EECS106B Final Project - Track-HO4D: Tracking Hands and Objects in 4D

Austin Patel (austinpatel@berkeley.edu) (EECS Department, UC Berkeley)

NOTE: the RHOV hand-object reconstructions are from an earlier version of the work presented in the project here. Please reference this link for the most updated version of RHOV that has more accurate hand-object reconstructions compared to the preliminary version of RHOV used in this project.

1. Project Overview

Reconstructing 3D hand and object poses from single-view 2D images is a challenging and under constrained problem given that no depth information is explicitly provided. Mutual hand and object occlusion further complicate this problem. In this work, we explore a joint hand object optimization procedure called RHOV to reconstruct 3D hand and object pose trajectories from videos. Results from this procedure are presented on video sequences from the 100 Days of Hands dataset (YouTube videos). We also demonstrate successful execution of the extracted hand trajectories on a Sawyer robotic arm including grasping to demonstrate the validity of the Track-HO4D procedure.

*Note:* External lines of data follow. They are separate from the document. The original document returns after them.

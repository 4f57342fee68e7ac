import { analyse } from '@/lib/contracts/analyses'
import { handle } from '@/lib/http/handle'
import { analyseTrain } from '@/lib/services/analyse-train'

export const POST = handle(analyse, async ({ body }) => analyseTrain(body))
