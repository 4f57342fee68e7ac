import { readTrace } from '@/lib/contracts/gas'
import { handle } from '@/lib/http/handle'
import { readTrace as read } from '@/lib/services/read-trace'

export const POST = handle(readTrace, async ({ body }) => read(body))
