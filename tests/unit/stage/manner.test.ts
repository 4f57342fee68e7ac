import { describe, expect, it } from 'vitest'
import * as canvas from '@/scene/canvas/raster/style'
import * as webgl from '@/scene/webgl/manner'

describe('scene/webgl/manner', () => {
  it('both renderers draw by the same figures', () => {
    const shared = Object.entries(webgl)
    expect(shared.length).toBeGreaterThan(10)
    expect(canvas).toMatchObject(Object.fromEntries(shared))
  })
})
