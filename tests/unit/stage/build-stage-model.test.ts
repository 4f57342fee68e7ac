import { describe, expect, it } from 'vitest'
import { buildInstant, fillInstant } from '@/lib/mechanics/plan'
import { crankTrainSchema } from '@/scene/model/crank-train'
import { presetById } from '@/scene/model/presets'
import flatPlane from '@/scene/model/presets/v8f-4200.json'
import { toTrain } from '@/scene/model/to-train'
import { buildStageModel } from '@/scene/stage/build-stage-model'

const document = crankTrainSchema.parse(flatPlane)
const train = toTrain(document)
const speed = (6000 * 2 * Math.PI) / 60
const model = buildStageModel(document, train, speed)

describe('buildStageModel(document, train, speed)', () => {
  it('no force of the cycle is above its peak, and the orbit is the shaking force', () => {
    const instant = buildInstant(model.plan)
    for (let degree = 0; degree < 720; degree += 7) {
      fillInstant(instant, model.plan, (degree * Math.PI) / 180)
      for (const force of instant.gasForce) expect(Math.abs(force)).toBeLessThanOrEqual(model.peakForce)
      for (let i = 0; i < instant.crankPinVertical.length; i++)
        expect(Math.hypot(instant.crankPinVertical[i], instant.crankPinHorizontal[i])).toBeLessThanOrEqual(
          model.peakForce * (1 + 1e-12),
        )
      for (const pressure of instant.pressure) expect(pressure).toBeLessThanOrEqual(model.peakPressure * 1.01)
      expect(model.orbit[2 * degree]).toBeCloseTo(instant.shakingVertical, 6)
      expect(model.orbit[2 * degree + 1]).toBeCloseTo(instant.shakingHorizontal, 6)
    }
  })

  it('eight events in the order of the document', () => {
    const ids = model.events.map(({ cylinder }) => train.cylinders[cylinder].id)
    const first = ids.indexOf(document.firingOrder[0])
    expect([...ids.slice(first), ...ids.slice(0, first)]).toEqual(document.firingOrder)
  })

  it('another speed keeps the rig, another document does not', () => {
    expect(buildStageModel(document, train, 2 * speed).rig).toBe(model.rig)
    const other = { ...document, title: 'Other' }
    expect(buildStageModel(other, toTrain(other), speed).rig).not.toBe(model.rig)
  })

  it('a couple that is next to nothing is next to no arc, and one that rocks the engine a full one', () => {
    const largestShare = (id: string) => {
      const { train: document } = presetById(id)!
      const model = buildStageModel(document, toTrain(document), speed)
      const instant = buildInstant(model.plan)
      let most = 0
      for (let degree = 0; degree < 720; degree++) {
        fillInstant(instant, model.plan, (degree * Math.PI) / 180)
        most = Math.max(most, Math.hypot(instant.coupleVertical, instant.coupleHorizontal))
      }
      return most / model.fullCouple
    }
    expect(largestShare('v8x-5000')).toBeLessThan(0.02)
    expect(largestShare('i3-1000')).toBeCloseTo(1, 6)
  })
})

To accomplish this objective there are two main tasks: 1) Given a YouTube video of a human hand performing a manipulation task, extract the hand and object pose in 3D for each frame and 2) have a robotic arm imitate the extracted hand trajectory. For example, if video sequence shows a human picking up and moving and object, the robotic arm should replicate the exact trajectory and perform the same manipulation task, including grasping.

This project is interesting because past work has only shown extraction of hand and object pose using a complicated lab setup involving one or more depth cameras. These setups are more complex and are limited by the amount of data that is recorded on that lab setup. On the other hand, being able to extract both hand and object pose in 3D given only a single-view RGB video sequence would enable us extract useful information from places like YouTube videos. Many YouTube videos contain demonstrations of how humans interact with objects. Using extracted hand and object poses from large amounts of internet videos could be useful in reinforcement learning algorithms to help robots learn manipulation tasks.

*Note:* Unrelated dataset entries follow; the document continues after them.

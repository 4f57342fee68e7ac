import type { LinkKey } from '@/lib/services/link-behind'

export const linkPassCookie = 'counterthrow_link'

/** Where cookies are not sent, as in a frame on another site, the pass is said in this header or in the address. */
export const linkPassHeader = 'x-link-pass'
export const linkPassParameter = 'pass'

const inCookies = new RegExp(`(?:^|; *)${linkPassCookie}=([\\w.-]+)`)

interface Shown {
  headers: Pick<Headers, 'get'>
  /** Absent for a page, which is told its query by the framework. */
  url?: string
}

/** What somebody shows at the address of a link. The cookie is set for that address alone. */
export function linkKeyOf({ headers, url }: Shown, token: string): LinkKey {
  const inCookie = inCookies.exec(headers.get('cookie') ?? '')?.[1]
  const inAddress = url ? new URL(url).searchParams.get(linkPassParameter) : null
  return { token, pass: headers.get(linkPassHeader) ?? inAddress ?? inCookie ?? null }
}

2. Implementation and Results

The above diagram shows the full pipeline for extracting hand and object pose and executing trajectories on a Sawyer robotic arm.

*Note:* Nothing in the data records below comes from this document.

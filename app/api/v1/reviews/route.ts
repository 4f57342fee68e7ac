import { listReviews as contract } from '@/lib/contracts/verdicts'
import { handle } from '@/lib/http/handle'
import { listReviews } from '@/lib/services/reviews/list-reviews'

export const GET = handle(contract, ({ person, query }) => listReviews(person, query))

There are two key aspects in this project: RHOV for extracting hand and object pose and secondly the code to execute extracted trajectories on the Sawyer robot arm.

RHOV: Hands and Objects in 4D

The RHOV software takes in a RGB video sequence and outputs 3D pose estimates of the hand and object for each frame of the video sequence. Here are some hand-object trajectories extracted with RHOV:

On a set of 15 YouTube videos, the RHOV procedure was able to successfully extract 3D hand and object poses for each frame of the video sequence. Here are a subset of those results:

Track: Tracking extracted trajectories

The tracking software takes in a hand trajectory output from RHOV. It first retargets the extracted human hand pose to the Sawyer parallel jaw gripper. Then it generates a motion plan from the trajectory and executes it on a Sawyer robot arm using a jointspace PD controller. Here are some retargeted trajectories that were executed on the Sawyer robot:

The trajectory tracking was demonstrated to work on six YouTube videos with the end effector always pointing downward. Having the end effector match the extracted hand orientation was difficult due to limitations in the jointspace controller and sudden movements in the trajectory. The trajectory tracking also worked on a video of a pick and place task I recorded with my phone. For this video I was able to demonstrate the Sawyer arm following the orientation of the human hand extracted from the video, and I was also able to get the gripper to open and close when the hand opened and close in the video.

3. Conclusion

In summary, the Track-HO4D procedure successfully demonstrated the ability to take a single-view RGB video sequence of a manipulation task and execute that same trajectory on a Sawyer. Seven trajectories were successfully executed on the Sawyer robot. The robot was also able to open and close its gripper to match human grasping present in the input video.

Challenges were faced with RHOV when the object was substantially occluded by the hand or when the object has symmetries about one or more axis. The trajectory execution struggled with sudden movements in the trajectories and especially quick changes in the hand orientation.

One avenue for future improvement could be to use the four-fingered Allegro hand by performing a retargeting procedure in order to better replicate the human hand. Future work could also include creating a labeled dataset of YouTube videos with hand and object trajectories extracted using RHOV. Trajectories from this dataset could be used to construct reward functions for RL algorithms that help robots learn robotic manipulation tasks. One could imagine using a large-scale dataset of trajectories extracted from YouTube videos to learn a wide variety of policies for robotic manipulation tasks.